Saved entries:
******

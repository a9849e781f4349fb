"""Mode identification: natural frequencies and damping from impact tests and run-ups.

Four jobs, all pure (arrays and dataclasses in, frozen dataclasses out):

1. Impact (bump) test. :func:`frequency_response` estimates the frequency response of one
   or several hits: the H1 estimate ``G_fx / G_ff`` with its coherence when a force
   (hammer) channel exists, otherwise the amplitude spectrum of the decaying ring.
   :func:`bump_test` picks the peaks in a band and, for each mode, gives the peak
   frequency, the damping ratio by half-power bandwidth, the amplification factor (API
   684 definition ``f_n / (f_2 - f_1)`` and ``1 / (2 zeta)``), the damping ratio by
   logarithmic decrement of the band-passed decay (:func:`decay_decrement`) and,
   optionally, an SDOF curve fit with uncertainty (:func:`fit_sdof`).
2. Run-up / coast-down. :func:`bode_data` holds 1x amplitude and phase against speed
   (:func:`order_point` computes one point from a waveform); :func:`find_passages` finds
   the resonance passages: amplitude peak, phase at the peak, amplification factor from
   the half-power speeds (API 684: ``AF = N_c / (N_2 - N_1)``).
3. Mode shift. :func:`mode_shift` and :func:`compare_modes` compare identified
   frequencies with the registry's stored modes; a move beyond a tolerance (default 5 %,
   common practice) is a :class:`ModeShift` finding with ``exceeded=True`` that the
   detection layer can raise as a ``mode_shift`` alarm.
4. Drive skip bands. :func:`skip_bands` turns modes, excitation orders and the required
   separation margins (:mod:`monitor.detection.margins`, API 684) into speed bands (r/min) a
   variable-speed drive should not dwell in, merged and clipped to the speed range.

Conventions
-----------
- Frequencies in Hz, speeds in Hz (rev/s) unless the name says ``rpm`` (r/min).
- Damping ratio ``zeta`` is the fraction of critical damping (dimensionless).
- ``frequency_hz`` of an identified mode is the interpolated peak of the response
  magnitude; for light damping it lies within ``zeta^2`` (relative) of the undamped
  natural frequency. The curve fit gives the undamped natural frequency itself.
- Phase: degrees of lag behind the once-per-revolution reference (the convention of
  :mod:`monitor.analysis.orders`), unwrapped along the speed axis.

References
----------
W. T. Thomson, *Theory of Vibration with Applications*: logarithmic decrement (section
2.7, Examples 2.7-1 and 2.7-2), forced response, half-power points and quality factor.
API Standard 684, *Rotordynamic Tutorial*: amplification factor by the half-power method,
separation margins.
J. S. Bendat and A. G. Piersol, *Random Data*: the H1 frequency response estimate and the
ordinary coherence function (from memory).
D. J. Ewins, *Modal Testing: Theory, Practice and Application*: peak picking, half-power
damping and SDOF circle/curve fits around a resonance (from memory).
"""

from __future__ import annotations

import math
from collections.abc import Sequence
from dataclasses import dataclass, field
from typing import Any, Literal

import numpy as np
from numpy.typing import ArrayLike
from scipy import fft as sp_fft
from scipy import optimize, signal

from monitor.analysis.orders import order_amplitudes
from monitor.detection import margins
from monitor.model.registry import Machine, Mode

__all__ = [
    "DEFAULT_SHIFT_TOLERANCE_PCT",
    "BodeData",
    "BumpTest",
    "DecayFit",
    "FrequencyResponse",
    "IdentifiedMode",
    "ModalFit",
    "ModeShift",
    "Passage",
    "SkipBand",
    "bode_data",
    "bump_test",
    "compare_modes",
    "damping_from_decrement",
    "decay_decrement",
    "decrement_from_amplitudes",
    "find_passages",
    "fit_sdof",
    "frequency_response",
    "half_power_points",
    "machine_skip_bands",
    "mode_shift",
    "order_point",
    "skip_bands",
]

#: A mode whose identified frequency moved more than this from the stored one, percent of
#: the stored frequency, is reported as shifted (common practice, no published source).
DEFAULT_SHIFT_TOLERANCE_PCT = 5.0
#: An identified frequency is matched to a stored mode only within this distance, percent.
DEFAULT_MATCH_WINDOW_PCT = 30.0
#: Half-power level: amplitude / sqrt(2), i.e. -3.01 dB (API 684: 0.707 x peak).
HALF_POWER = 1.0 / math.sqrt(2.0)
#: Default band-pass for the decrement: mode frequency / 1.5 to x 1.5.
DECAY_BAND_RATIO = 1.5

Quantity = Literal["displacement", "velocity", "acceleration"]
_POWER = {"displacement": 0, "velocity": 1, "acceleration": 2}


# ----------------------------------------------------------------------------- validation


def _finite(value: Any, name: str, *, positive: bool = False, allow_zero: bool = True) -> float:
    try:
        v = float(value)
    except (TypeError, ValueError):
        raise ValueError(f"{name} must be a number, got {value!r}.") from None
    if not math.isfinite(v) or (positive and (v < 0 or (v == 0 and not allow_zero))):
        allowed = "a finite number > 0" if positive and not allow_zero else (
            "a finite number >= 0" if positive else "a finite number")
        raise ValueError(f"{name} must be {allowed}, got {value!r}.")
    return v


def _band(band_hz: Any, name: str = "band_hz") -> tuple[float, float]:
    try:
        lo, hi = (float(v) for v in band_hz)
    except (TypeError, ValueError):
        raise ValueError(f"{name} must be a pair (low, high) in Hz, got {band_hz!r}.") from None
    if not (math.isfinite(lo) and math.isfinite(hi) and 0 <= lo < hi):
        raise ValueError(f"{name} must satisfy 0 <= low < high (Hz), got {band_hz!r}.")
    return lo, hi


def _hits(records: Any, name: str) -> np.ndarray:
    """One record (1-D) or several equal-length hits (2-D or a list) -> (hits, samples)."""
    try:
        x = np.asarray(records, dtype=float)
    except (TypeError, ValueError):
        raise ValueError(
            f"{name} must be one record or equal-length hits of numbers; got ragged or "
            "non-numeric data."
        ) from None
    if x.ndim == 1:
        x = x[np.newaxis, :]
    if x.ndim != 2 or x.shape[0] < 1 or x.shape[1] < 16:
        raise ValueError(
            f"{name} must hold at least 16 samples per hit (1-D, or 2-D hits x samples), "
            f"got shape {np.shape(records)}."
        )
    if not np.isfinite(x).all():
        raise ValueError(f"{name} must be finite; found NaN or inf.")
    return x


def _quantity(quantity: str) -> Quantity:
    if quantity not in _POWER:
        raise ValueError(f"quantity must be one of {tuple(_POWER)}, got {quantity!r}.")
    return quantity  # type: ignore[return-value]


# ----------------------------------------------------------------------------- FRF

******

**What to produce**
Work out how many lines above contain "length"; write only the number.

**Result of this task**
2